[Start of Attachment]

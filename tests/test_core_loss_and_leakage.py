"""Core loss by the iGSE, and a rectifier's leakage that heats its own junction.

References used here:
* K. Venkatachalam, C. R. Sullivan, T. Abdallah and H. Tacca, "Accurate prediction of ferrite
  core loss with nonsinusoidal waveforms using only Steinmetz parameters", IEEE COMPEL 2002:
  the iGSE, its coefficient k_i, its piecewise-linear form, and its defining property that
  for sinusoidal flux it gives back the Steinmetz equation P_v = k·f^α·B̂^β.
* Schottky leakage doubling about every 10 °C (from memory), and the steady junction
  Tj = T_amb + θJA·P (the one-resistor heat path of every data sheet).

Part numbers and figures are invented.
"""

from __future__ import annotations

import math

import numpy as np
import pytest
from scipy.integrate import quad

from partpick import losses
from partpick.verify.core_loss import core_loss_from_part, core_loss_w
from partpick.verify.thermal import leakage_with_self_heating

# An invented ferrite: k = 3.0 (W/m³ with f in Hz, B̂ in T), α = 1.45, β = 2.6
K, ALPHA, BETA = 3.0, 1.45, 2.6
FSW_HZ = 100e3


def _sine_vertices(amplitude: float, frequency_hz: float, count: int = 20000):
    times = np.linspace(0.0, 1.0 / frequency_hz, count + 1)
    return times, amplitude * np.sin(2.0 * math.pi * frequency_hz * times)


@pytest.mark.parametrize("peak_t", [0.02, 0.1, 0.25])
def test_igse_of_a_sinusoid_is_the_steinmetz_equation(peak_t):
    # Venkatachalam et al. 2002: k_i is chosen so that the iGSE of a sinusoid equals
    # k·f^α·B̂^β. A sinusoid drawn with 20,000 straight pieces is close enough to 1e-6.
    times, flux = _sine_vertices(peak_t, FSW_HZ)
    got = losses.igse_piecewise_linear_loss(K, ALPHA, BETA, times, flux)
    assert got == pytest.approx(K * FSW_HZ**ALPHA * peak_t**BETA, rel=1e-6)


@pytest.mark.parametrize("duty", [0.5, 0.2, 0.8])
def test_igse_of_a_triangle_is_its_published_closed_form(duty):
    # Venkatachalam et al. 2002, the two-segment piecewise-linear case:
    # P_v = k_i·ΔB^β·f^α·(D^(1−α) + (1 − D)^(1−α)), with
    # k_i = k / ((2π)^(α−1)·∫₀^2π |cos θ|^α·2^(β−α) dθ), the integral by quadrature here.
    integral, _ = quad(lambda theta: abs(math.cos(theta)) ** ALPHA, 0.0, 2.0 * math.pi, limit=200)
    k_i = K / ((2.0 * math.pi) ** (ALPHA - 1.0) * integral * 2.0 ** (BETA - ALPHA))
    swing_t, period = 0.1, 1.0 / FSW_HZ
    shape = duty ** (1 - ALPHA) + (1 - duty) ** (1 - ALPHA)
    expected = k_i * swing_t**BETA * FSW_HZ**ALPHA * shape
    times = [0.0, duty * period, period]
    got = losses.igse_piecewise_linear_loss(K, ALPHA, BETA, times, [0.0, swing_t, 0.0])
    assert got == pytest.approx(expected, rel=1e-9)
    # a flat rest (DCM's idle interval) adds nothing but time: the same swing done in the
    # first half of the period, then held, is the duty-0.5 triangle at twice the frequency
    # averaged over twice the time: the loss per period is the same, so half the power
    rest = losses.igse_piecewise_linear_loss(
        K, ALPHA, BETA, [0.0, 0.25 * period, 0.5 * period, period], [0.0, swing_t, 0.0, 0.0]
    )
    doubled = losses.igse_piecewise_linear_loss(
        K, ALPHA, BETA, [0.0, 0.25 * period, 0.5 * period], [0.0, swing_t, 0.0]
    )
    assert rest == pytest.approx(0.5 * doubled, rel=1e-12)


def test_catalog_material_data_becomes_a_current_referred_law():
    # B = L·i/(N·Ae) (Faraday's law with the flux linkage L·i = N·Ae·B): 15 µH, 12 turns,
    # Ae = 20 mm² gives 0.0625 T/A; a sinusoidal ripple of 1 A peak-to-peak, 0.5 A amplitude,
    # is B̂ = 0.03125 T. Ve = 600 mm³: P = k·Ve·f^α·B̂^β = 3.0·6e-7·(1e5)^1.45·0.03125^2.6
    # (Venkatachalam et al. 2002, the Steinmetz equation).
    part = {"core_k": K, "core_alpha": ALPHA, "core_beta": BETA, "core_volume_m3": 600e-9,
            "core_area_m2": 20e-6, "turns": 12}  # fmt: skip
    core = core_loss_from_part(part, 15e-6)
    times, current = _sine_vertices(0.5, FSW_HZ)
    expected = 3.0 * 6e-7 * 1e5**1.45 * 0.03125**2.6
    assert core_loss_w(core, times, current) == pytest.approx(expected, rel=1e-6)


def test_catalog_reference_point_is_met_at_the_reference_point():
    # the reference form: a part measured at 42 mW with 1.2 A p-p sinusoidal ripple at
    # 300 kHz loses 42 mW there (Steinmetz), and (f ratio)^α·(ripple ratio)^β elsewhere:
    # at 150 kHz and 0.6 A p-p, 42 mW·0.5^1.45·0.5^2.6 = 42·e^(−4.05·ln 2)
    # = 42·0.0603711 = 2.53559 mW
    part = {"core_alpha": ALPHA, "core_beta": BETA, "core_loss_ref_w": 0.042,
            "core_loss_ref_hz": 300e3, "core_loss_ref_ripple_a": 1.2}  # fmt: skip
    core = core_loss_from_part(part, 15e-6)
    assert core_loss_w(core, *_sine_vertices(0.6, 300e3)) == pytest.approx(0.042, rel=1e-6)
    assert core_loss_w(core, *_sine_vertices(0.3, 150e3)) == pytest.approx(2.53559e-3, rel=1e-5)


def test_no_core_data_means_no_core_law():
    assert core_loss_from_part({"core_alpha": ALPHA}, 15e-6) is None
    assert core_loss_from_part({}, 15e-6) is None


# ---------------------------------------------------------------- leakage and runaway

# A hand-built Schottky: 70 °C/W, 0.376 W of conduction loss, blocking 18 V on average,
# at 60 °C ambient; its leakage is given at 25 °C.
HEAT = {"ambient_degc": 60.0, "theta_ja_degc_w": 70.0, "fixed_loss_w": 0.376,
        "ir_tj_degc": 25.0, "blocking_v_s": 18.0 * 2.5e-6, "period_s": 2.5e-6}  # fmt: skip


def _critical_leakage_a() -> float:
    """The leakage at 25 °C above which Tj has no steady value (tangency, by hand).

    Tj = Ta + θ·(P + I₂₅·2^((Tj − 25)/10)·V) has a fixed point as long as the line and the
    exponential touch: slope θ·V·I(Tj)·ln2/10 = 1 there, so I(T*) = 10/(θ·V·ln 2) and
    T* = Ta + θ·P + 10/ln 2.
    """
    theta, volts = 70.0, 18.0
    t_star = 60.0 + theta * 0.376 + 10.0 / math.log(2.0)
    i_star = 10.0 / (theta * volts * math.log(2.0))
    return i_star / 2.0 ** ((t_star - 25.0) / 10.0)


def test_small_leakage_settles_where_the_heat_balance_holds():
    heat = leakage_with_self_heating(ir_a=20e-6, **HEAT)
    assert not heat.runaway
    # the steady junction satisfies Tj = Ta + θ·(P + I_R(Tj)·V), I_R doubling per 10 °C
    leak_a = 20e-6 * 2.0 ** ((heat.tj_degc - 25.0) / 10.0)
    assert heat.tj_degc == pytest.approx(60.0 + 70.0 * (0.376 + leak_a * 18.0), abs=1e-2)
    assert heat.leakage_w == pytest.approx(leak_a * 18.0, rel=1e-3)


@pytest.mark.parametrize(("share", "runaway"), [(0.9, False), (1.1, True), (30.0, True)])
def test_leakage_runs_away_above_the_critical_figure(share, runaway):
    heat = leakage_with_self_heating(ir_a=share * _critical_leakage_a(), **HEAT)
    assert heat.runaway is runaway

[End of Attachment]

WORK REQUEST:
Once you have read the records above, set every one of them down again exactly.

OUTPUT BELOW:
filename tests/test_core_loss_and_leakage.py
"""Core loss by the iGSE, and a rectifier's leakage that heats its own junction.

References used here:
* K. Venkatachalam, C. R. Sullivan, T. Abdallah and H. Tacca, "Accurate prediction of ferrite
  core loss with nonsinusoidal waveforms using only Steinmetz parameters", IEEE COMPEL 2002:
  the iGSE, its coefficient k_i, its piecewise-linear form, and its defining property that
  for sinusoidal flux it gives back the Steinmetz equation P_v = k·f^α·B̂^β.
* Schottky leakage doubling about every 10 °C (from memory), and the steady junction
  Tj = T_amb + θJA·P (the one-resistor heat path of every data sheet).

Part numbers and figures are invented.
"""

from __future__ import annotations

import math

import numpy as np
import pytest
from scipy.integrate import quad

from partpick import losses
from partpick.verify.core_loss import core_loss_from_part, core_loss_w
from partpick.verify.thermal import leakage_with_self_heating

# An invented ferrite: k = 3.0 (W/m³ with f in Hz, B̂ in T), α = 1.45, β = 2.6
K, ALPHA, BETA = 3.0, 1.45, 2.6
FSW_HZ = 100e3


def _sine_vertices(amplitude: float, frequency_hz: float, count: int = 20000):
    times = np.linspace(0.0, 1.0 / frequency_hz, count + 1)
    return times, amplitude * np.sin(2.0 * math.pi * frequency_hz * times)


@pytest.mark.parametrize("peak_t", [0.02, 0.1, 0.25])
def test_igse_of_a_sinusoid_is_the_steinmetz_equation(peak_t):
    # Venkatachalam et al. 2002: k_i is chosen so that the iGSE of a sinusoid equals
    # k·f^α·B̂^β. A sinusoid drawn with 20,000 straight pieces is close enough to 1e-6.
    times, flux = _sine_vertices(peak_t, FSW_HZ)
    got = losses.igse_piecewise_linear_loss(K, ALPHA, BETA, times, flux)
    assert got == pytest.approx(K * FSW_HZ**ALPHA * peak_t**BETA, rel=1e-6)


@pytest.mark.parametrize("duty", [0.5, 0.2, 0.8])
def test_igse_of_a_triangle_is_its_published_closed_form(duty):
    # Venkatachalam et al. 2002, the two-segment piecewise-linear case:
    # P_v = k_i·ΔB^β·f^α·(D^(1−α) + (1 − D)^(1−α)), with
    # k_i = k / ((2π)^(α−1)·∫₀^2π |cos θ|^α·2^(β−α) dθ), the integral by quadrature here.
    integral, _ = quad(lambda theta: abs(math.cos(theta)) ** ALPHA, 0.0, 2.0 * math.pi, limit=200)
    k_i = K / ((2.0 * math.pi) ** (ALPHA - 1.0) * integral * 2.0 ** (BETA - ALPHA))
    swing_t, period = 0.1, 1.0 / FSW_HZ
    shape = duty ** (1 - ALPHA) + (1 - duty) ** (1 - ALPHA)
    expected = k_i * swing_t**BETA * FSW_HZ**ALPHA * shape
    times = [0.0, duty * period, period]
    got = losses.igse_piecewise_linear_loss(K, ALPHA, BETA, times, [0.0, swing_t, 0.0])
    assert got == pytest.approx(expected, rel=1e-9)
    # a flat rest (DCM's idle interval) adds nothing but time: the same swing done in the
    # first half of the period, then held, is the duty-0.5 triangle at twice the frequency
    # averaged over twice the time: the loss per period is the same, so half the power
    rest = losses.igse_piecewise_linear_loss(
        K, ALPHA, BETA, [0.0, 0.25 * period, 0.5 * period, period], [0.0, swing_t, 0.0, 0.0]
    )
    doubled = losses.igse_piecewise_linear_loss(
        K, ALPHA, BETA, [0.0, 0.25 * period, 0.5 * period], [0.0, swing_t, 0.0]
    )
    assert rest == pytest.approx(0.5 * doubled, rel=1e-12)


def test_catalog_material_data_becomes_a_current_referred_law():
    # B = L·i/(N·Ae) (Faraday's law with the flux linkage L·i = N·Ae·B): 15 µH, 12 turns,
    # Ae = 20 mm² gives 0.0625 T/A; a sinusoidal ripple of 1 A peak-to-peak, 0.5 A amplitude,
    # is B̂ = 0.03125 T. Ve = 600 mm³: P = k·Ve·f^α·B̂^β = 3.0·6e-7·(1e5)^1.45·0.03125^2.6
    # (Venkatachalam et al. 2002, the Steinmetz equation).
    part = {"core_k": K, "core_alpha": ALPHA, "core_beta": BETA, "core_volume_m3": 600e-9,
            "core_area_m2": 20e-6, "turns": 12}  # fmt: skip
    core = core_loss_from_part(part, 15e-6)
    times, current = _sine_vertices(0.5, FSW_HZ)
    expected = 3.0 * 6e-7 * 1e5**1.45 * 0.03125**2.6
    assert core_loss_w(core, times, current) == pytest.approx(expected, rel=1e-6)


def test_catalog_reference_point_is_met_at_the_reference_point():
    # the reference form: a part measured at 42 mW with 1.2 A p-p sinusoidal ripple at
    # 300 kHz loses 42 mW there (Steinmetz), and (f ratio)^α·(ripple ratio)^β elsewhere:
    # at 150 kHz and 0.6 A p-p, 42 mW·0.5^1.45·0.5^2.6 = 42·e^(−4.05·ln 2)
    # = 42·0.0603711 = 2.53559 mW
    part = {"core_alpha": ALPHA, "core_beta": BETA, "core_loss_ref_w": 0.042,
            "core_loss_ref_hz": 300e3, "core_loss_ref_ripple_a": 1.2}  # fmt: skip
    core = core_loss_from_part(part, 15e-6)
    assert core_loss_w(core, *_sine_vertices(0.6, 300e3)) == pytest.approx(0.042, rel=1e-6)
    assert core_loss_w(core, *_sine_vertices(0.3, 150e3)) == pytest.approx(2.53559e-3, rel=1e-5)


def test_no_core_data_means_no_core_law():
    assert core_loss_from_part({"core_alpha": ALPHA}, 15e-6) is None
    assert core_loss_from_part({}, 15e-6) is None


# ---------------------------------------------------------------- leakage and runaway

# A hand-built Schottky: 70 °C/W, 0.376 W of conduction loss, blocking 18 V on average,
# at 60 °C ambient; its leakage is given at 25 °C.
HEAT = {"ambient_degc": 60.0, "theta_ja_degc_w": 70.0, "fixed_loss_w": 0.376,
        "ir_tj_degc": 25.0, "blocking_v_s": 18.0 * 2.5e-6, "period_s": 2.5e-6}  # fmt: skip


def _critical_leakage_a() -> float:
    """The leakage at 25 °C above which Tj has no steady value (tangency, by hand).

    Tj = Ta + θ·(P + I₂₅·2^((Tj − 25)/10)·V) has a fixed point as long as the line and the
    exponential touch: slope θ·V·I(Tj)·ln2/10 = 1 there, so I(T*) = 10/(θ·V·ln 2) and
    T* = Ta + θ·P + 10/ln 2.
    """
    theta, volts = 70.0, 18.0
    t_star = 60.0 + theta * 0.376 + 10.0 / math.log(2.0)
    i_star = 10.0 / (theta * volts * math.log(2.0))
    return i_star / 2.0 ** ((t_star - 25.0) / 10.0)


def test_small_leakage_settles_where_the_heat_balance_holds():
    heat = leakage_with_self_heating(ir_a=20e-6, **HEAT)
    assert not heat.runaway
    # the steady junction satisfies Tj = Ta + θ·(P + I_R(Tj)·V), I_R doubling per 10 °C
    leak_a = 20e-6 * 2.0 ** ((heat.tj_degc - 25.0) / 10.0)
    assert heat.tj_degc == pytest.approx(60.0 + 70.0 * (0.376 + leak_a * 18.0), abs=1e-2)
    assert heat.leakage_w == pytest.approx(leak_a * 18.0, rel=1e-3)


@pytest.mark.parametrize(("share", "runaway"), [(0.9, False), (1.1, True), (30.0, True)])
def test_leakage_runs_away_above_the_critical_figure(share, runaway):
    heat = leakage_with_self_heating(ir_a=share * _critical_leakage_a(), **HEAT)
    assert heat.runaway is runaway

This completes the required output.